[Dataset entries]
■ ■ ■ ■ ■

describe('one decimal sign in a table', () => {
  it.each([
    ['T (°C);k (1/s)\n25,0;7,87 x 10-7\n35,0;2,94E−6\n45,0;1.050e-5', 4, /“1\.050e-5” has a decimal point, the table a decimal comma/],
    ['T (°C);k (1/s)\n25,0;7,87e-7\n35,0;2.94e-6\n45,0;1,050e-5', 3, /“2\.94e-6” has a decimal point, the table a decimal comma/],
    ['25,0 °C;7,87e-7\n35,0 °C;2,94e-6\n45,0 °C;1.050e-5', 3, /“1\.050e-5” has a decimal point/],
    ['45,0 °C;1.050e-5\n25,0 °C;7,87e-7\n35,0 °C;2,94e-6', 1, /“1\.050e-5” has a decimal point/],
    ['T (°C);k (1/s)\n25.0;7.87e-7\n35.0;2.94e-6\n45.0;1,05e-5', 4, /“1,05e-5” has a decimal comma, the table a decimal point/],
    ['T (°C);k (1/s);u(k) (1/s)\n25,0;7,87e-7;1,1e-8\n35,0;2,94e-6;4.2e-8\n45,0;1,050e-5;1,1e-7', 3, /“4\.2e-8” has a decimal point/],
  ])('%j', (text, line, reason) => {
    const refused = refusal(text)
    expect(refused.line).toBe(line)
    expect(refused.reason).toMatch(reason)
  })

  it('a slip in the last row is refused, a remark behind the table set aside', () => {
    const rows = 'T (K)\tk (1/s)\n298\t3.46e-5\n308\t1.35e-4'
    expect(refusal(`${rows}\n318\t4.98e-4O`)).toMatchObject({
      line: 4,
      reason: expect.stringMatching(/4\.98e-4O.* is no number/) as unknown,
    })
    for (const remark of ['measured in 2019', '3\treplicates each', '5 replicates each'])
      expect(read(`${rows}\n${remark}`).rows).toHaveLength(2)
  })
})

const uncertainties = (text: string): unknown[] =>
  read(text).rows.map(({ rateConstant, standardUncertainty }) => [digits(rateConstant), digits(standardUncertainty ?? Number.NaN)])

describe('an uncertainty in the cell of k', () => {
  it.each([
    ['T (°C)\tk (1/s)\n25\t7.87 × 10−7 ± 0.3 × 10−7\n35\t2.94 × 10−6 ± 0.1 × 10−6', 'plus-minus'],
    ['T (°C)\tk (1/s)\n25\t(7.87 ± 0.3) × 10^-7\n35\t(2.94 +/- 0.1)×10⁻⁶', 'plus-minus'],
    ['T (°C);k (1/s)\n25,0;7,87e-7 ± 0,3e-7\n35,0;2,94e-6 ± 0,1e-6', 'plus-minus'],
    ['T (°C);k (10^-7 1/s)\n25,0;7,87 ± 0,3\n35,0;29,4 ± 1,0', 'plus-minus'],
    ['T (°C),k (1/s)\n25,7.87e-7 ± 0.3e-7\n35,2.94e-6 ± 0.1e-6', 'plus-minus'],
    ['T(°C) k(1/s)\n25 7.87e-7 ± 0.3e-7\n35 2.94e-6 ± 0.1e-6', 'plus-minus'],
    ['T (°C)\tk (1/s)\n25\t7.87(30) × 10−7\n35\t2.94(10) × 10^-6', 'brackets'],
    ['T (°C);k (1/s)\n25,0;7,87(0,30)e-7\n35,0;2,94(10)e-6', 'brackets'],
    ['T(°C) k(1/s)\n25 7.87(30)e-7\n35 2.94(10) × 10−6', 'brackets'],
    ['T (°C)\tk\n25\t7.87(30) × 10−7 1/s\n35\t2.94(10) × 10−6 1/s', 'brackets'],
  ])('%j is read, and said', (text, form) => {
    // Concise notation after JCGM 100:2008, 7.2.2: 7.87(30) is 7.87 with a standard uncertainty of 0.30.
    expect(uncertainties(text)).toEqual([
      [7.87e-7, 3e-8],
      [2.94e-6, 1e-7],
    ])
    expect(read(text).notes.filter(({ code }) => code === 'uncertainty-read-as')).toMatchObject([
      { severity: form === 'brackets' ? 'note' : 'caution' },
    ])
  })

  it('percent is of k, in the cell or in a column of its own', () => {
    const wanted = [
      [2e-6, 1e-7],
      [4e-6, 1e-7],
    ]
    expect(uncertainties('T (K)\tk (1/s)\n300\t2e-6 ± 5 %\n310\t4e-6 ± 2.5%')).toEqual(wanted)
    expect(uncertainties('T (K)\tk (1/s)\t±\n300\t2e-6\t5 %\n310\t4e-6\t2.5 %')).toEqual(wanted)
    expect(uncertainties('T(K) k(1/s) ±\n300 2e-6 5 %\n310 4e-6 2.5 %')).toEqual(wanted)
  })

  it('of ln k it is relative', () => {
    const [row] = read('T (K)\tln k\n300\t-10.00(5)\n310\t-9.00(5)').rows
    expect((row?.standardUncertainty ?? 0) / (row?.rateConstant ?? 0)).toBeCloseTo(0.05, 12)
  })

  it('a power behind one of both is refused by its line, and so is an uncertainty of 0', () => {
    const unclear = refusal('T (°C)\tk (1/s)\n25\t7.87e-7\n35\t2.94 ± 0.1 × 10−6\n45\t1.05e-5')
    expect([unclear.line, unclear.reason]).toEqual([
      3,
      expect.stringMatching(/only one of the number and its uncertainty has a power of ten/),
    ])
    expect(refusal('T (K)\tk (1/s)\n300\t2e-6 ± 0e-6\n310\t4e-6 ± 0e-6').reason).toMatch(/is not above 0/)
    expect(refusal('T (K)\tk (1/s)\n300\t2.94 ± 0.1 × 10−6\n310\t4.94 ± 0.1 × 10−6').reason).toMatch(/only one of the number/)
  })

  it('an uncertainty of temperature is set aside, and said', () => {
    const table = read('T (°C)\tk (1/s)\n25.0 ± 0.1\t2e-6\n35.0 ± 0.1\t4e-6')
    expect(pairs(table).map((row) => row.map(digits))).toEqual([
      [298.15, 2e-6],
      [308.15, 4e-6],
    ])
    expect(table.notes).toMatchObject([{ code: 'uncertainty-read-as', message: expect.stringMatching(/temperature/) as unknown }])
  })

  it('more cells than headings has the reason of the sign that parts them', () => {
    expect(refusal('T (K) k (1/s)\n300 2e-6 7 9\n310 4e-6 7 9').remedy).toMatch(/Blanks were taken to part the cells/)
    expect(refusal('T (K)\tk (1/s)\n300\t2e-6\t7\n310\t4e-6\t7').remedy).not.toMatch(/comma/)
  })
})
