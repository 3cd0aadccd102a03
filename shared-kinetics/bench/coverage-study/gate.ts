import { gate, gates } from './design.ts'
import type { Cell } from './tally.ts'

/** Share of the replicates whose interval holds the method's own value. */
export const coverageOf = (cell: Cell): number => cell.covered / cell.replicates

export const isGated = ({ interval, error }: Cell): boolean => gates[interval]?.includes(error) ?? false

/** Standard error of a share of 0.95 of so many replicates. */
export const errorOfShare = (replicates: number): number => Math.sqrt((0.95 * 0.05) / replicates)

/** Bounds of the gate. With fewer replicates than the whole study has they are wider by three times what the standard error of the share is larger by. */
export function boundsFor(replicates: number): { readonly least: number; readonly most: number } {
  const widened = 3 * Math.max(0, errorOfShare(replicates) - errorOfShare(gate.replicates))
  return { least: gate.least - widened, most: Math.min(1, gate.most + widened) }
}

/** Gated cells whose coverage lies outside the bounds. */
export const outsideGate = (cells: readonly Cell[]): Cell[] =>
  cells.filter((cell) => {
    const { least, most } = boundsFor(cell.replicates)
    return isGated(cell) && !(coverageOf(cell) >= least && coverageOf(cell) <= most)
  })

■ ■ ■ ■ ■

Exercise instructions: Using the entries above, repeat only the lines from the one containing "['T (°C);k (1/s)\n25,0;7,87e-7 ±" through the one containing "['T (°C)\tk (1/s)\n25\t7.87(30)", end lines included.

Written response:
    ['T (°C);k (1/s)\n25,0;7,87e-7 ± 0,3e-7\n35,0;2,94e-6 ± 0,1e-6', 'plus-minus'],
    ['T (°C);k (10^-7 1/s)\n25,0;7,87 ± 0,3\n35,0;29,4 ± 1,0', 'plus-minus'],
    ['T (°C),k (1/s)\n25,7.87e-7 ± 0.3e-7\n35,2.94e-6 ± 0.1e-6', 'plus-minus'],
    ['T(°C) k(1/s)\n25 7.87e-7 ± 0.3e-7\n35 2.94e-6 ± 0.1e-6', 'plus-minus'],
    ['T (°C)\tk (1/s)\n25\t7.87(30) × 10−7\n35\t2.94(10) × 10^-6', 'brackets'],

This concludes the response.